Open
Bug 904698
Opened 11 years ago
Updated 7 years ago
Support automatic blocking of ip addresses of bugzilla spammers.
Categories
(Bugzilla :: Bugzilla-General, enhancement)
Bugzilla
Bugzilla-General
Tracking
()
NEW
People
(Reporter: bc, Unassigned)
References
Details
Bug 794792 and bug 904647 are examples of trying to block ip addresses of bugzilla spammers after the fact. There was some discussion of blocking the normal 'commercial spammers' using DNS block lists in bug 536110. In bug 536110 there were suggestions that either a firewall or webserver were the more appropriate places to actually block the ip addresses. I have no opinion about that, but believe bugzilla could do more to help identify abusive users and feed their ip addresses into a block list.
1. Introduce a new resolution SPAM.
2. When a bug is marked as spam, the ip address is recorded in a block list.
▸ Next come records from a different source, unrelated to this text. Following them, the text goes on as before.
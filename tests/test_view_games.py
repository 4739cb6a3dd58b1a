"""The view's game menu and its carom proposals.

Sources, beside each check:

* the games of each kind of table: the WPA rules of play (8-ball, 9-ball,
  10-ball on a pool table), the WPBSA rules (snooker), the UMB rules
  (three-cushion and straight-rail on a carom table);
* three-cushion scoring (UMB): the cue ball meets both other balls, with at
  least three cushions before the second; every carom the view proposes is
  played again through ``simulate`` and judged from its events here;
* the ball-hit fraction and the cut angle: ``fraction = 1 - sin(cut)``
  (a half-ball hit is a 30 degree cut; common practice, no source).
SDL's dummy drivers are set in conftest.py before pygame is imported.
"""

from __future__ import annotations

import math

import pygame
import pygame_gui
import pytest
from carom_events import judge_from_events

from shotplan.equipment import TableSpec
from shotplan.games import Rules, games_for
from shotplan.layout import Layout
from shotplan.physics import simulate
from shotplan.physics.run import StrokePlayer
from shotplan.racks import new_layout
from shotplan.search.carom import CaromShot, find_caroms
from shotplan.stroke import Stroke
from shotplan.view.app import App
from shotplan.view.controls import ball_width, proposal_text, shot_columns
from shotplan.view.panels import GAME_PREFIX
from shotplan.view.state import FreeAim

CAROM = {"format": "shotplan-layout", "version": 1, "game": "three-cushion", "table": "carom",
         "balls": {"cue": [0.7, 0.45], "yellow": [1.0, 0.9], "red": [2.2, 1.0]}}


pytestmark = pytest.mark.usefixtures("display")


def make_app(tmp_path, layout):
    app = App(layout, None, recovery_dir=tmp_path / "rec", offer_recovery=False)
    app.start((1280, 800))
    app.update(0.0)
    return app


def _choose(app: App, game: str) -> None:
    """Pick ``game`` in the menu, as pygame_gui reports a choice."""
    event = pygame.event.Event(pygame_gui.UI_DROP_DOWN_MENU_CHANGED,
                               {"ui_element": app.panels.game_menu, "text": GAME_PREFIX + game})
    app.process_event(event)
    app.update(0.0)


def test_games_of_each_table():
    # WPA (pool), WPBSA (snooker), UMB (carom); "any" first: no rules.
    assert games_for("pool") == ("any", "8-ball", "9-ball", "10-ball")
    assert games_for("snooker") == ("any", "snooker")
    assert games_for("carom") == ("any", "three-cushion", "straight-rail")


def test_the_menu_offers_the_tables_games_and_its_choice_can_be_undone(tmp_path):
    app = make_app(tmp_path, new_layout(TableSpec.preset("pool-9ft")))
    app.do("rack-9")
    app.update(0.0)
    menu = app.panels.game_menu
    assert menu is not None
    assert menu.selected_option[0] == GAME_PREFIX + "9-ball"  # the rack brought its game
    assert [o[0] for o in menu.options_list] == [GAME_PREFIX + g for g in games_for("pool")]
    _choose(app, "any")
    assert app.state.layout.game == "any"
    assert app.panels.game_menu.selected_option[0] == GAME_PREFIX + "any"
    assert app.state.undo() and app.state.layout.game == "9-ball"
    app.update(0.0)
    assert app.panels.game_menu.selected_option[0] == GAME_PREFIX + "9-ball"
    # A snooker table offers snooker, not the pool games.
    app.state.replace_layout(new_layout(TableSpec.preset("snooker")), None, "")
    app.update(0.0)
    assert [o[0] for o in app.panels.game_menu.options_list] == [GAME_PREFIX + "any",
                                                                 GAME_PREFIX + "snooker"]


def test_the_view_proposes_caroms_that_score(tmp_path):
    lay = Layout.from_dict(CAROM)
    app = make_app(tmp_path, lay)
    app.settle(120.0)
    props = app.state.proposals
    assert app.state.proposals_done and len(props) >= 3
    assert all(isinstance(p, CaromShot) for p in props)
    # Scanned a speed and tip a frame, merged: the same ways and windows as
    # the whole search of ``plan`` at once (its own merge of the same scan).
    whole = find_caroms(StrokePlayer.for_layout(lay), Rules("three-cushion", lay.ball_ids))
    key = sorted((p.first_ball, p.cushions, p.family, round(p.window_deg, 9)) for p in props)
    assert key == sorted((p.first_ball, p.cushions, p.family, round(p.window_deg, 9))
                         for p in whole.shots[:len(props)])
    for p in props:
        out = simulate(lay, Stroke(p.direction_deg, p.speed_mps, p.side, p.height))
        met, cushions = judge_from_events(out)
        assert met[:1] == [p.first_ball] and len(met) == 2 and cushions >= 3
    # The list shows them, and choosing one aims the cue at its direction.
    rows = app.panels._list_texts  # noqa: SLF001 - the list as shown
    assert rows[0].split()[1] == "carom" and p.family.split()[0] in " ".join(rows)
    app.do("proposal", 0)
    assert isinstance(app.state.aim, FreeAim)
    assert app.state.aim.direction_deg == pytest.approx(props[0].direction_deg)
    assert app.state.settings.speed_mps == pytest.approx(props[0].speed_mps)


def test_a_caroms_row():
    # fraction 0.5 is a half-ball hit: a 30 degree cut (1 - sin 30 = 0.5).
    shot = CaromShot("red", "yellow", ("left rail", "foot rail", "right rail"), "around the table",
                     12.5, 12.0, 13.0, 4.0, (3.5, 4.5), 0.3, 0.2, 0.5)
    assert shot.cut_angle_deg == pytest.approx(30.0)
    assert shot.window_deg == pytest.approx(1.0)
    bw = ball_width([shot])
    row = proposal_text(1, shot, bw)
    head = shot_columns(bw, carom=True)
    assert row.split() == ["1", "carom", "3", "red", "around", "30", "1.00"]
    assert head.index("first") == row.index("red") and head.index("family") == row.index("around")
    assert math.isclose(float(row.split()[-1]), shot.window_deg)


def test_g_goes_through_the_tables_games(tmp_path):
    # The key G: the next game of the table's kind, round to "any" again
    # (the WPA's pool games on a pool table).
    app = make_app(tmp_path, new_layout(TableSpec.preset("pool-9ft")))
    seen = []
    for _ in range(4):
        app.process_event(pygame.event.Event(pygame.KEYDOWN, key=pygame.K_g, mod=0,
                                             unicode="g", scancode=0))
        app.update(0.0)
        seen.append(app.state.layout.game)
    assert seen == ["8-ball", "9-ball", "10-ball", "any"]
    assert app.panels.game_menu.selected_option[0] == GAME_PREFIX + "any"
We may wish to count the number of times an ip address has submitted a SPAM bug and gate on a threshold.
3. If a user with an ip address on the block list attempts to access bugzilla, they are directed to a page which explains that their ip address has been blocked for spamming and detailing an appeals process whereby they can get their ip address unblocked.
4. If many ip addresses from a netblock are found to be the source of spam, the entire netblock would be blocked.
There is potential for abuse of this so we would need to:
* make sure that some netblocks would be protected from blocking.
* limit the access to a subset of users. editbugs permissions might not be a sufficient subset but administrative rights might be sufficient. Many spam bugs are filed as security sensitive and users with access to security sensitive bugs could be trusted when setting the SPAM resolution.
It might be more reasonable to allow anyone to set the SPAM resolution but only put the ip address of the user on the block list if the bug is verified by a user with sufficient permission.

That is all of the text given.